▶ **Saved entries**
package report

import (
	"fmt"
	"math"
	"strconv"
	"strings"

	"biasbin/picker"
	"biasbin/solver"
	"biasbin/solver/notation"
)

// YieldHelp is the paragraph check and pick --help give on the yield: what
// it counts, the interval, the window rule and the flags.
const YieldHelp = `Yield: the share of simulated boards (--sim-boards; --seed repeats a run) that
stay inside the yield window at every ambient of --ambient: each board draws
every uncertain input at random, rectangular within its stated limits (JCGM
101 when only limits are known): each resistor's value within its tolerance
and its TCR within ± its bound, the supply within its tolerance, hFE within
its range, VBE(on) within its spread and the Early voltage where a range is
stocked; it is solved self-heated at both ends of the ambient range (and at
a turning point between) and counts only if IC and VCE stay in the window at
all of them. The yield is shown with its 95 % Clopper–Pearson interval: with
every board passing it reads "≥ the lower end", never "100 %". The window is
one rule for check and pick: IC within ±10 % and VCE within ±20 % of the
design point (pick: the target IC and the target VCE, or each build's; check:
--ic and --vce, else the nominal point), or absolute ranges MIN..MAX.`

// Yield is a yield as a producer should read it: the point estimate with
// its 95 % interval, or, when every board (or none) passes, the bound the
// interval gives: "≥ 99.96 % (95 % Clopper–Pearson)". The lower end is
// rounded down and the upper end up, so the words never claim more.
func Yield(y solver.YieldResult) string {
	switch {
	case y.Boards == 0:
		return "not run"
	case y.Pass == y.Boards:
		return "≥ " + pctDown(y.Low95) + " (95 % Clopper–Pearson)"
	case y.Pass == 0:
		return "≤ " + pctUp(y.High95) + " (95 % Clopper–Pearson)"
	}
	// the estimate and both ends with the same two decimals
	fixed := func(p float64) string { return strconv.FormatFloat(p+0, 'f', 2, 64) }
	return fmt.Sprintf("%s %% (95 %% Clopper–Pearson %s..%s %%)", fixed(pctNear(y.Yield)), fixed(pctFloor(y.Low95)), fixed(pctCeil(y.High95)))
}

// YieldBoards is the count behind a yield: "10,000 of 10,000 simulated
// boards pass at every ambient from −20 to 70 °C".
func YieldBoards(y solver.YieldResult, ambientMin_C, ambientMax_C float64) string {
	at := "at " + notation.FormatTemperature(ambientMin_C)
	if ambientMax_C != ambientMin_C {
		at = "at every ambient from " + strings.TrimSuffix(notation.FormatTemperature(ambientMin_C), " °C") +
			" to " + notation.FormatTemperature(ambientMax_C)
	}
	s := fmt.Sprintf("%s of %s simulated boards pass %s", Count(y.Pass), Count(y.Boards), at)
	if y.Failed > 0 {
		s += fmt.Sprintf(" (%s could not be solved and count as failures)", Count(y.Failed))
	}
	return s
}

// Window is a yield window in words with the rule behind it: "IC 0.9 mA..1.1 mA
// (±10 % of the target 1 mA), VCE 4 V..8 V (as given)".
func Window(w picker.YieldWindow) string {
	return "IC " + notation.FormatBand(w.ICMin_A, w.ICMax_A, "A") + " (" + bandRule(w.Rule.IC, w.Centre.ICOf, w.Centre.IC_A, "A") +
		"), VCE " + notation.FormatBand(w.VCEMin_V, w.VCEMax_V, "V") + " (" + bandRule(w.Rule.VCE, w.Centre.VCEOf, w.Centre.VCE_V, "V") + ")"
}

// bandRule says where one band of the window comes from.
func bandRule(b picker.Band, of picker.CentreKind, centre float64, unit string) string {
	if !b.Relative {
		return "as given"
	}
	what := "the target"
	if of == picker.CentreNominal {
		what = "the nominal"
	}
	return "±" + strings.TrimSuffix(pct(b.Frac), " %") + " % of " + what + " " + notation.FormatSI(centre, unit)
}

// Count writes a whole number with thousands separated by commas: 10,000.
func Count(n int) string {
	s := strconv.Itoa(n)
	neg := strings.HasPrefix(s, "-")
	s = strings.TrimPrefix(s, "-")
	var b strings.Builder
	for i, c := range s {
		if i > 0 && (len(s)-i)%3 == 0 {
			b.WriteByte(',')
		}
		b.WriteRune(c)
	}
	if neg {
		return "-" + b.String()
	}
	return b.String()
}

// pct writes a share as a percentage to two decimals, trailing zeros cut.
func pct(frac float64) string { return trimPct(pctNear(frac)) }

// pctDown and pctUp round a share down and up to two decimals of a percent.
func pctDown(frac float64) string { return trimPct(pctFloor(frac)) }
func pctUp(frac float64) string   { return trimPct(pctCeil(frac)) }

// pctNear, pctFloor and pctCeil are a share in percent rounded to two
// decimals: to the nearest, down and up (the bounds never claim more).
func pctNear(frac float64) float64  { return math.Round(frac*1e4) / 100 }
func pctFloor(frac float64) float64 { return math.Floor(frac*1e4+1e-9) / 100 }
func pctCeil(frac float64) float64  { return math.Ceil(frac*1e4-1e-9) / 100 }

func trimPct(p float64) string { return strconv.FormatFloat(p+0, 'f', -1, 64) + " %" }

// YieldJSON is a yield as check --json and pick --json write it: the point
// estimate with its 95 % interval, the count, the method and definition,
// the seed that repeats it, the ambient range it covers, the window with
// its rule, and every input drawn with its distribution and why.
type YieldJSON struct {
	Value        float64     `json:"value"`
	Low95        float64     `json:"low95"`
	High95       float64     `json:"high95"`
	Boards       int         `json:"boards"`
	Passed       int         `json:"passed"`
	Unsolved     int         `json:"unsolved"`
	Method       string      `json:"method"`
	Definition   string      `json:"definition"`
	Seed         uint64      `json:"seed"`
	AmbientMin_C float64     `json:"ambient_min_c"`
	AmbientMax_C float64     `json:"ambient_max_c"`
	Window       WindowJSON  `json:"window"`
	Inputs       []InputJSON `json:"inputs"`
}

// WindowJSON is the yield window: its bounds and the rule behind each band
// (a share of the design point, or "absolute"), with the design point.
type WindowJSON struct {
	ICMin_A  float64  `json:"ic_min_a"`
	ICMax_A  float64  `json:"ic_max_a"`
	VCEMin_V float64  `json:"vce_min_v"`
	VCEMax_V float64  `json:"vce_max_v"`
	IC       BandJSON `json:"ic_rule"`
	VCE      BandJSON `json:"vce_rule"`
	Text     string   `json:"text"`
}

// BandJSON is one band's rule: ±Share of the design point Centre (a
// target or the nominal point), or absolute.
type BandJSON struct {
	Kind   string  `json:"kind"` // "share" or "absolute"
	Share  float64 `json:"share,omitempty"`
	Centre float64 `json:"centre,omitempty"`
	Of     string  `json:"centre_of,omitempty"` // "target" or "nominal"
}

// InputJSON is one drawn input (solver.Uncertainty).
type InputJSON struct {
	Input        string  `json:"input"`
	Unit         string  `json:"unit"`
	Low          float64 `json:"low"`
	High         float64 `json:"high"`
	Distribution string  `json:"distribution"`
	Basis        string  `json:"basis"`
}

// YieldJSONOf is the JSON of the yield y of build b run against window w.
func YieldJSONOf(y solver.YieldResult, b solver.Build, w picker.YieldWindow) YieldJSON {
	out := YieldJSON{Value: y.Yield, Low95: y.Low95, High95: y.High95, Boards: y.Boards, Passed: y.Pass, Unsolved: y.Failed,
		Method: solver.YieldIntervalMethod, Definition: solver.YieldDefinition, Seed: y.Seed,
		AmbientMin_C: b.AmbientMin_C, AmbientMax_C: b.AmbientMax_C,
		Window: WindowJSON{ICMin_A: w.ICMin_A, ICMax_A: w.ICMax_A, VCEMin_V: w.VCEMin_V, VCEMax_V: w.VCEMax_V,
			IC: bandJSON(w.Rule.IC, w.Centre.ICOf, w.Centre.IC_A), VCE: bandJSON(w.Rule.VCE, w.Centre.VCEOf, w.Centre.VCE_V), Text: Window(w)},
		Inputs: []InputJSON{}}
	for _, u := range solver.Uncertainties(b, solver.YieldOptions{}) {
		out.Inputs = append(out.Inputs, InputJSON{u.Input, u.Unit, u.Low, u.High, u.Distribution, u.Basis})
	}
	return out
}

func bandJSON(b picker.Band, of picker.CentreKind, centre float64) BandJSON {
	if !b.Relative {
		return BandJSON{Kind: "absolute"}
	}
	return BandJSON{Kind: "share", Share: b.Frac, Centre: centre, Of: of.String()}
}

// DrawnInputs names the inputs a yield of b draws, in the order drawn:
// "R1, R2, RC, RE value and TCR, supply, hFE, VBE(on), Early voltage".
func DrawnInputs(b solver.Build) string {
	var rs, tcr, rest []string
	for _, u := range solver.Uncertainties(b, solver.YieldOptions{}) {
		if u.Distribution == solver.DistSwept {
			continue // the ambient: every board is solved over the range
		}
		name, sub, _ := strings.Cut(u.Input, " ")
		switch {
		case sub == "tcr":
			tcr = append(tcr, strings.ToUpper(name))
		case isSlot(name):
			rs = append(rs, strings.ToUpper(name))
		case name == "vcc":
			rest = append(rest, "supply")
		case name == "hfe":
			rest = append(rest, "hFE")
		case name == "vbe_on":
			rest = append(rest, "VBE(on)")
		case name == "vaf":
			rest = append(rest, "Early voltage")
		default:
			rest = append(rest, name)
		}
	}
	var parts []string
	if len(rs) > 0 {
		p := strings.Join(rs, ", ") + " value"
		if slicesEqual(rs, tcr) {
			p += " and TCR"
		} else if len(tcr) > 0 {
			p += ", " + strings.Join(tcr, ", ") + " TCR"
		}
		parts = append(parts, p)
	}
	return strings.Join(append(parts, rest...), ", ")
}

func isSlot(name string) bool { _, err := solver.ParseSlot(name); return err == nil }

func slicesEqual(a, b []string) bool { return strings.Join(a, ",") == strings.Join(b, ",") }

▶ **WHAT TO PRODUCE**
Only the lines from the first line of the records through the one containing "and the flags." should be reproduced, exactly, with both of them included.

▶ **TASK SOLUTION**
package report

import (
	"fmt"
	"math"
	"strconv"
	"strings"

	"biasbin/picker"
	"biasbin/solver"
	"biasbin/solver/notation"
)

// YieldHelp is the paragraph check and pick --help give on the yield: what
// it counts, the interval, the window rule and the flags.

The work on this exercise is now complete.